The girl jumped up. “I know. I know I sound as if I’ve escaped from Bedlam, but I promise you, I haven’t. I mean, well, I don’t feel insane...though I suppose I cannot really know, can I?”
She paused, looking so lost that Alex instinctively went around the desk to her, taking her arm and steering her back to the chair. He propped himself on the edge of the desk. “No, no, I’m sure you’re not insane. It’s just... I, um... Perhaps you could explain the situation further.”
She drew a breath and folded her hands in her lap, looking every inch a proper English gentlewoman—except, of course, that she was wearing an ill-fitting man’s suit. “I don’t know who I am. I cannot tell you my name because I have no idea what it is. I think...” Her fingers went up to her throat, touching something beneath her shirt. “I think it may be Sabrina because that is what is engraved on the locket I’m wearing.”
“Sabrina it is, then.” He liked the sound of it, the intimacy of calling her by her given name, as if he had known her for years. “If you will excuse the, um, the informality.”
“Of course.” Her cheeks colored again in that delightful way. “It’s only reasonable, since I have no idea what my last name is.” She added with a sigh, “Or where I’m from. Or why I’m dressed in this mad fashion.”
“You know nothing about yourself?”
“No, nothing at all. It’s the most awful sensation.” Sabrina reached up a hand to push her luxuriant hair out of the way, and for the first time he saw a purple bruise on the side of her face. Two of them, in fact, one on her forehead and one on the cheekbone below, both at the edge of her hairline. He noted, too, that the hand she lifted was scraped.
“You’ve been hurt!” Anger rose in him so fiercely that he jumped to his feet again. “Who did this to you?”
He bent down to examine her bruises, gently lifting the curls aside. The soft hairs clung to his skin, sending a frisson of pleasure straight up his nerves. His gesture was far too intimate to be appropriate, he realized, and he pulled his hand back, forcing himself to return to his seat against the desk.
“I don’t know who did it,” she told him. “If anyone. Perhaps I fell. There’s more.”
“More?”
“Yes. There are bruises on my arm.” She shrugged out of her coat and pushed up one sleeve almost to her elbow to expose her arm to him. There on the pale skin were small faint smudges of blue.
“Fingertips.” Something clenched, cold and hard, in his chest. “Someone squeezed your arm tightly.”

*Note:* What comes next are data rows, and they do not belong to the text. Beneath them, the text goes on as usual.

import type { Browser } from 'playwright-core';
import { afterAll, beforeAll, describe, expect, it } from 'vitest';
import { audit, baseUrl, launch, screenshot, signIn, waitForMail } from './browser';

let browser: Browser;
beforeAll(async () => {
  browser = await launch();
});
afterAll(async () => {
  await browser.close();
});

// Demo data (apps/api/seeders/knowledge.ts): Bram and Maren have unread notices; Maren gets the daily digest.
const BRAM = 'bram@larkspit.example';
const MAREN = 'maren@larkspit.example';

describe('notices and the daily digest in Chromium', () => {
  it('a member sees the unread count in the navigation, reads the notices and marks them read', async () => {
    const page = await browser.newPage({ viewport: { width: 390, height: 900 } });
    await signIn(page, BRAM);
    const res = await page.request.get(`${baseUrl()}/api/notifications/unread`);
    const unread = ((await res.json()) as { data: { unread: number } }).data.unread;
    expect(unread).toBeGreaterThan(0);
    await page.getByRole('button', { name: 'Menu' }).click();
    await page.getByRole('link', { name: `Notices, ${unread} unread` }).click();
    await page.getByRole('heading', { level: 1, name: 'Notices' }).waitFor();
    await expect
      .poll(() => page.getByText('New', { exact: true }).count(), { timeout: 10000 })
      .toBe(unread);
    await audit(page, 'notices (member, 390 px)');
    await screenshot(page, 'notices-390');
    await page.getByRole('button', { name: `Mark all ${unread} as read` }).click();
    // While the request runs the button reads "Marking…"; once the list is fresh no notice is new.
    await expect
      .poll(() => page.getByText('New', { exact: true }).count(), { timeout: 10000 })
      .toBe(0);
    expect(await page.getByRole('button', { name: /^Mark all|^Marking/ }).count()).toBe(0);
    await page.getByRole('button', { name: 'Menu' }).click();
    await page.getByRole('link', { name: 'Notices', exact: true }).waitFor();
    await page.close();
  });

  it('the digest e-mail arrives, its stop link turns it off signed out, and the account page turns it on again', async () => {
    // The API's digest job runs shortly after start; the seeded member's unread notices are in it.
    const mail = await waitForMail(MAREN, 'unread notice', 60_000);
    expect(mail.text).toContain('/knowledge/');
    const stop = /https?:\/\/\S+\/notices\/stop-digest\?token=\S+/.exec(mail.text)?.[0];
    expect(stop, 'a stop link in the digest').toBeDefined();
    const link = new URL(stop ?? '');

    const page = await browser.newPage({ viewport: { width: 1280, height: 900 } });
    await page.goto(`${baseUrl()}${link.pathname}${link.search}`);
    await page.getByRole('heading', { level: 1, name: 'Stop the daily digest' }).waitFor();
    await audit(page, 'stop digest (visitor)');
    await page.getByRole('button', { name: 'Stop the digest' }).click();
    await page.getByText('The daily digest is off').waitFor();

    await signIn(page, MAREN);
    await page.goto(`${baseUrl()}/account`);
    const box = page.getByRole('checkbox', { name: /daily digest of unread notices/ });
    await box.waitFor();
    expect(await box.isChecked()).toBe(false);
    // The box keeps its place while the web font swaps in (flex-shrink: 0 in the base styles); wait for the
    // font anyway so the click lands where a person would tap.
    await page.evaluate(async () => {
      await document.fonts.ready;
    });
    await box.check();
    await page.getByText('The daily digest is on.').waitFor();
    await page.reload();
    await page.getByRole('checkbox', { name: /daily digest of unread notices/ }).waitFor();
    expect(
      await page.getByRole('checkbox', { name: /daily digest of unread notices/ }).isChecked(),
    ).toBe(true);
    await page.close();
  }, 120_000);
});
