import { appendFileSync, mkdirSync } from 'node:fs';
import { join } from 'node:path';
import type { Browser } from 'playwright-core';
import { afterAll, beforeAll, describe, expect, it } from 'vitest';
import { currencyDigits } from '../../packages/shared/src/locale-format';
import { ARTIFACTS, baseUrl, launch, signIn } from './browser';
import { data, demoUrls, PEOPLE, settle, type PathKey } from './demo-urls';
import { findUnreadable, visibleText } from './readable';

let browser: Browser;
let urls: Record<PathKey, string>;
let digits: number;
/** A few more listing pages than the one demoUrls names, so several kinds of gear are read. */
let listingUrls: string[];

function log(line: string) {
  mkdirSync(ARTIFACTS, { recursive: true });
  appendFileSync(join(ARTIFACTS, 'readable-figures.log'), `${line}\n`);
}

beforeAll(async () => {
  browser = await launch();
  urls = await demoUrls(browser);
  const page = await browser.newPage();
  const club = await data<{ locale: { currency: string } }>(page, '/api/club');
  digits = currencyDigits(club.locale.currency);
  const listings = await data<Array<{ id: number }>>(page, '/api/listings');
  listingUrls = listings.slice(0, 6).map((l) => `/exchange/${l.id}`);
  await page.close();
});
afterAll(async () => {
  await browser.close();
});

describe('no ISO dates or minor units where a person reads', () => {
  it.each(PEOPLE.filter((p) => p.email !== null))(
    '$who: every screen reads in words and formatted figures',
    async ({ who, email }) => {
      const page = await browser.newPage({ viewport: { width: 1280, height: 900 } });
      if (email) await signIn(page, email);
      const failures: string[] = [];
      for (const url of [...Object.values(urls), ...listingUrls]) {
        await page.goto(`${baseUrl()}${url}`);
        await settle(page);
        for (const f of findUnreadable(await visibleText(page), digits))
          failures.push(`${url} (${f.kind}): …${f.text}…`);
      }
      await page.close();
      failures.forEach((f) => log(`${who}: ${f}`));
      expect(failures, failures.join('\n')).toEqual([]);
    },
    300_000,
  );
});

describe('the check itself', () => {
  it('finds ISO dates, minor units and a doubled grade in crafted text, and passes formatted text', () => {
    const bad = [
      'Paid through 2027-03-31',
      'Held: amount 6000 does not match the 12000 expected',
      'Total €12000',
      'Refund 4500 EUR',
      'Chain: grade Grade 43 high test',
    ].join('\n');
    expect(findUnreadable(bad, 2).map((f) => f.kind)).toEqual([
      'iso-date',
      'minor-units',
      'minor-units',
      'minor-units',
      'minor-units',
      'repeated-grade',
    ]);
    const good =
      'Paid through 31 Mar 2027 · Total €1,200.00 · 1.234,50 € · €60.00 · 2 kN · in 2026 · Grade 43 high test · 40 m · covers to 31 Mar 2026 €120.00';
    expect(findUnreadable(good, 2)).toEqual([]);
    // A zero-decimal currency is written without decimals: only dates are checked then.
    expect(findUnreadable('Total ¥5000', 0)).toEqual([]);
  });

  it('reads what the page shows, not what sits in a field or is hidden', async () => {
    const page = await browser.newPage();
    await page.goto(`${baseUrl()}/sign-in`);
    await settle(page);
    await page.evaluate(() => {
      document.body.innerHTML =
        '<main><h1>Crafted</h1><input value="2026-01-02"><p hidden>€9000</p><p>Amount 6000 due on 2026-05-01</p></main>';
    });
    const found = findUnreadable(await visibleText(page), 2);
    expect(found.map((f) => f.kind).sort()).toEqual(['iso-date', 'minor-units']);
    expect(found.every((f) => !f.text.includes('9000') && !f.text.includes('2026-01-02'))).toBe(
      true,
    );
    await page.close();
  });
});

“I rather thought so. And look.” She undid the top button of her shirt and pushed it down, revealing another long red scratch low on her throat. “And I think...” She frowned, reaching up toward the back of her head. “I think maybe I hit my head. There’s a spot that’s tender.”
Quickly he rounded her chair and bent down to look where she pointed. Carefully he parted her hair, trying to ignore the way it felt beneath his fingers, the ribbons of excitement that stirred deep within him. He drew in a quick, hissing breath. “You’re bleeding. I should have seen...”
He crossed the room to the washstand in the corner and wet a rag, returning to dab carefully at the wound. When she drew in a sharp breath, he said, “I’m sorry. I know this hurts, but I must clean it.”
“I know. It was just that one spot that hurt. You’re quite good at this.”
Alex chuckled. “If there’s one thing I know, it’s cleaning cuts and scrapes.”
“Your business is dangerous?”
“My childhood was.” He smiled to show he didn’t mean it. “My brother and I were constantly falling out of trees or rolling down the hillside or running into things.” He paused, considering. “Come to think of it, we must have been clumsy little brutes.”
When he finished cleaning the wound, he set the rag aside and took up his former seat on the edge of the desk. “Now, you remember nothing of your past?”